After reboot, I checked the system worked as expected, including wireless technologies. My GPU was also detected and Nvidia drivers were in use.
reboot
nvidia-smi
It was time for clean-up, which meant enabling GDM again. This turned out into another puzzle, as surprisingly systecmtl
won't enable it.
sudo systemctl enable gdm
sudo systemctl -f enable gdm
sudo systemctl -f enable gdm.service
None of these worked.
In this case, I found a thread on AskUbuntu about this matter, only that it was for KDM. Interestingly enough, the answer was not in the Answers section, but as a comment on the question, as it referenced an edit of the original author with a fix that worked for him, but not completely in my case. To sum up, the service had to be reconfigured back only after it was started.
sudo systemctl start gdm3
sudo dpkg-reconfigure gdm3
sudo systemctl status gdm
nvidia-smi
Nvidia's drivers were in use an GDM was back on. As a last touch, I wanted to make sure that the kernel 6.0.5-17
could never come back.
Once again, Google and developer forums had the solution.

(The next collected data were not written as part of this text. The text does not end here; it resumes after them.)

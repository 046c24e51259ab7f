/**
 * The proof that a purge happened: every pending command is judged ($lib/purge judgePurge) from the
 * separator's valve reports as they arrive, and again when the next decision falls due (at the
 * latest at decideBy), so no command stays pending. A missed purge raises purge_missed and a later
 * done purge clears it; a valve open too long raises purge_valve_stuck_open, cleared when it closes.
 *
 * Reports are the gateway's own timestamps (its clock), commands the server's; judgePurge allows
 * for the skew between them.
 */
import {
	DEFAULT_PURGE_TOLERANCES,
	DEFAULT_TREND_OPTIONS,
	decideBy,
	dpTrend,
	judgePurge,
	maxOpenS,
	type PurgeJudgement,
	type PurgeTolerances,
	type ValveReport
} from '$lib/purge';
import type { Kysely } from 'kysely';
import type { Database } from '../db/schema';
import type { AlarmEngine } from '../alarms/engine';
import * as repo from './repository';
import type { CommandRow } from './repository';

const MS_PER_S = 1000;
/** ms after the planned decision time, so the judgement sees that instant as passed */
const DECISION_MARGIN_MS = 5;
/** s: ΔP after a purge is read this long after closing, once a full window of samples is stored */
const DP_AFTER_WAIT_S = DEFAULT_TREND_OPTIONS.window_s + 5;
/** reports kept per command: 2 × the longest duration (600 s) + margins, at 1 Hz, with room to spare */
const MAX_REPORTS = 10_000;

interface Pending {
	row: CommandRow;
	/** valve state changes and the latest state report, gateway clock */
	reports: ValveReport[];
	timer: NodeJS.Timeout | null;
}

export interface VerifierDeps {
	db: Kysely<Database>;
	engine: () => AlarmEngine | undefined;
	/** flushes ingest so the stored ΔP readings are complete up to now */
	drain: () => Promise<void>;
	log: (line: string) => void;
	now?: () => number;
}

export class PurgeVerifier {
	/** Tolerances passed to judgePurge; the defaults are common practice ($lib/purge/proof.ts). */
	tolerances: Partial<PurgeTolerances> = {};
	/** ms after a done purge is decided before its ΔP after is read (a window of readings must be stored) */
	dpAfterDelayMs = DP_AFTER_WAIT_S * MS_PER_S;
	#pending = new Map<string, Pending>();
	#timers = new Set<NodeJS.Timeout>();
	#work = new Set<Promise<unknown>>();
	#stopped = false;
	readonly #now: () => number;

	constructor(private readonly deps: VerifierDeps) {
		this.#now = deps.now ?? Date.now;
	}

	hasPending(vesselId: number): boolean {
		for (const p of this.#pending.values()) if (p.row.vessel_id === vesselId) return true;
		return false;
	}

	pendingIds(): string[] {
		return [...this.#pending.keys()];
	}

	/** Starts watching a command just recorded (before it is published, so no early report is lost). */
	track(row: CommandRow, reports: ValveReport[] = []) {
		if (this.#stopped) return;
		const pending: Pending = { row, reports: [...reports], timer: null };
		this.#pending.set(row.id, pending);
		this.#judge(pending);
	}

	/** The broker did not take the command: it is missed, and says why. */
	async publishFailed(id: string, raiseAlarm: boolean) {
		const pending = this.#pending.get(id);
		if (!pending) return;
		await this.#settle(
			pending,
			{ outcome: 'missed', finding: 'not_opened' },
			'publish_failed',
			raiseAlarm
		);
	}

	/** A separator state report with the valve's state, newest or a replay of the past. */
	report(vesselId: number, report: ValveReport) {
		for (const p of this.#pending.values()) {
			if (p.row.vessel_id !== vesselId) continue;
			// at 1 Hz a command collects at most a few thousand reports before it is decided
			if (p.reports.length < MAX_REPORTS) p.reports.push(report);
			else p.reports[p.reports.length - 1] = report;
			this.#judge(p);
		}
	}

	/** The valve reported closed: whatever kept it open is over. */
	valveClosed(vesselId: number) {
		this.deps.engine()?.clear(vesselId, null, 'purge_valve_stuck_open');
	}

	/** Re-judges commands left pending by a previous run, from the stored valve events. */
	async restore() {
		const rows = await repo.pendingCommands(this.deps.db);
		const skewMs = this.tolerancesFull().clock_skew_s * MS_PER_S;
		for (const row of rows) {
			const reports = await repo.storedValveReports(
				this.deps.db,
				row.vessel_id,
				row.requested_at - skewMs
			);
			this.track(row, reports);
		}
		await this.idle();
		// ΔP after purges that closed just before the previous run stopped (looking back a week)
		const since = this.#now() - 7 * 86_400_000;
		for (const row of await repo.commandsWithoutDpAfter(this.deps.db, since))
			this.#run(this.#recordDp(row.id));
	}

	/** Waits for settlements and ΔP updates under way. */
	async idle() {
		while (this.#work.size) await Promise.allSettled([...this.#work]);
	}

	async stop() {
		this.#stopped = true;
		for (const p of this.#pending.values()) if (p.timer) clearTimeout(p.timer);
		for (const t of this.#timers) clearTimeout(t);
		this.#timers.clear();
		await this.idle();
		this.#pending.clear();
	}

	#run(p: Promise<unknown>) {
		const tracked = p.catch((err) => this.deps.log(`purge proof: ${String(err)}`));
		this.#work.add(tracked);
		void tracked.finally(() => this.#work.delete(tracked));
	}

	#judge(pending: Pending) {
		if (this.#stopped || !this.#pending.has(pending.row.id)) return;
		const command = { sent_at: pending.row.requested_at, duration_s: pending.row.duration_s };
		const now = this.#now();
		const j = judgePurge(command, pending.reports, now, this.tolerances);
		if (j.outcome !== 'pending') {
			this.#run(this.#settle(pending, j, j.finding, true));
			return;
		}
		// the earliest instant at which the judgement can change without a new report
		const t = this.tolerancesFull();
		const lagMs = t.report_lag_s * MS_PER_S;
		const next =
			j.finding === 'waiting_to_open'
				? command.sent_at + t.open_within_s * MS_PER_S + lagMs
				: (j.opened_at ?? command.sent_at) + maxOpenS(command.duration_s, t) * MS_PER_S + lagMs;
		const at = Math.min(next, decideBy(command, t));
		if (pending.timer) clearTimeout(pending.timer);
		pending.timer = setTimeout(
			() => this.#judge(pending),
			Math.max(0, at - now) + DECISION_MARGIN_MS
		);
		pending.timer.unref();
	}

	tolerancesFull(): PurgeTolerances {
		return { ...DEFAULT_PURGE_TOLERANCES, ...this.tolerances };
	}

	async #settle(pending: Pending, j: PurgeJudgement, finding: string, raiseAlarm: boolean) {
		const { row } = pending;
		if (!this.#pending.has(row.id)) return;
		this.#pending.delete(row.id);
		if (pending.timer) clearTimeout(pending.timer);
		const decidedAt = this.#now();
		let dpBefore: number | null = null;
		if (j.opened_at !== undefined) {
			dpBefore = await this.#dpAround(row.vessel_id, j.opened_at, j.closed_at ?? null).then(
				(d) => d.before
			);
		}
		await repo.updateCommand(this.deps.db, row.id, {
			outcome: j.outcome,
			finding,
			opened_at: j.opened_at ?? null,
			closed_at: j.closed_at ?? null,
			decided_at: decidedAt,
			dp_before_bar: dpBefore
		});
		const engine = this.deps.engine();
		if (j.outcome === 'done') {
			engine?.clear(row.vessel_id, null, 'purge_missed');
			this.#later(this.dpAfterDelayMs, () => this.#recordDp(row.id));
		} else if (j.outcome === 'missed') {
			if (raiseAlarm) engine?.raise(row.vessel_id, null, 'purge_missed');
		} else if (j.outcome === 'valve_stuck_open') {
			const limit = maxOpenS(row.duration_s, this.tolerancesFull());
			const openS =
				j.open_s ?? (j.opened_at !== undefined ? (decidedAt - j.opened_at) / MS_PER_S : null);
			engine?.raise(row.vessel_id, null, 'purge_valve_stuck_open', openS, limit);
			// closed (late) before the verdict: the alarm shows that it happened and has already returned
			if (j.closed_at !== undefined) engine?.clear(row.vessel_id, null, 'purge_valve_stuck_open');
		}
		if (j.outcome !== 'done') this.deps.log(`purge ${row.id}: ${j.outcome} (${finding})`);
	}

	#later(ms: number, work: () => Promise<unknown>) {
		const timer = setTimeout(() => {
			this.#timers.delete(timer);
			if (!this.#stopped) this.#run(work());
		}, ms);
		timer.unref();
		this.#timers.add(timer);
	}

	async #dpAround(vesselId: number, openedAt: number, closedAt: number | null) {
		const windowMs = DEFAULT_TREND_OPTIONS.window_s * MS_PER_S;
		const end = closedAt ?? openedAt;
		const samples = await repo.dpSamples(
			this.deps.db,
			vesselId,
			openedAt - windowMs,
			end + windowMs
		);
		const [p] = dpTrend(samples, [{ opened_at: openedAt, closed_at: end }]).purges;
		return {
			before: p?.dp_before_bar ?? null,
			after: closedAt === null ? null : (p?.dp_after_bar ?? null)
		};
	}

	/** ΔP before and after a done purge, from the stored readings around it. */
	async #recordDp(id: string) {
		await this.deps.drain();
		const row = await repo.getCommand(this.deps.db, id);
		if (!row || row.opened_at === null || row.closed_at === null) return;
		const dp = await this.#dpAround(row.vessel_id, row.opened_at, row.closed_at);
		await repo.updateCommand(this.deps.db, id, {
			dp_before_bar: dp.before ?? row.dp_before_bar,
			dp_after_bar: dp.after
		});
	}
}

I edited GRUB's config file to add these 2 lines, apply the changes and reboot.
GRUB_SAVEDEFAULT=true
GRUB_DEFAULT=saved
sudo update-grub
reboot
Finally, I listed the installed Kernel images and removed these I didn't want.
dpkg --list | grep linux-image | grep ii
sudo apt-get remove linux-image-6.5.0-17-generic
sudo rm -rf /lib/modules/6.5.0-17-generic
reboot
nvidia-smi
Wed Feb 7 23:07:08 2024
+---------------------------------------------------------------------------------------+
| NVIDIA-SMI 535.154.05 Driver Version: 535.154.05 CUDA Version: 12.2 |
|-----------------------------------------+----------------------+----------------------+
| GPU Name Persistence-M | Bus-Id Disp.A | Volatile Uncorr. ECC |
| Fan Temp Perf Pwr:Usage/Cap | Memory-Usage | GPU-Util Compute M. |
| | | MIG M. |
|=========================================+======================+======================|
| 0 NVIDIA GeForce RTX 3060 ... Off | 00000000:01:00.0 On | N/A |
| N/A 40C P8 11W / 80W | 59MiB / 6144MiB | 0% Default |
| | | N/A |
+-----------------------------------------+----------------------+----------------------+
+---------------------------------------------------------------------------------------+
| Processes: |
| GPU GI CI PID Type Process name GPU Memory |
| ID ID Usage |
|=======================================================================================|
| 0 N/A N/A 2595 G /usr/lib/xorg/Xorg 55MiB |
+---------------------------------------------------------------------------------------+
And this is how I managed to install the nvidia-535
driver in Ubuntu 22.04 after 2 hours.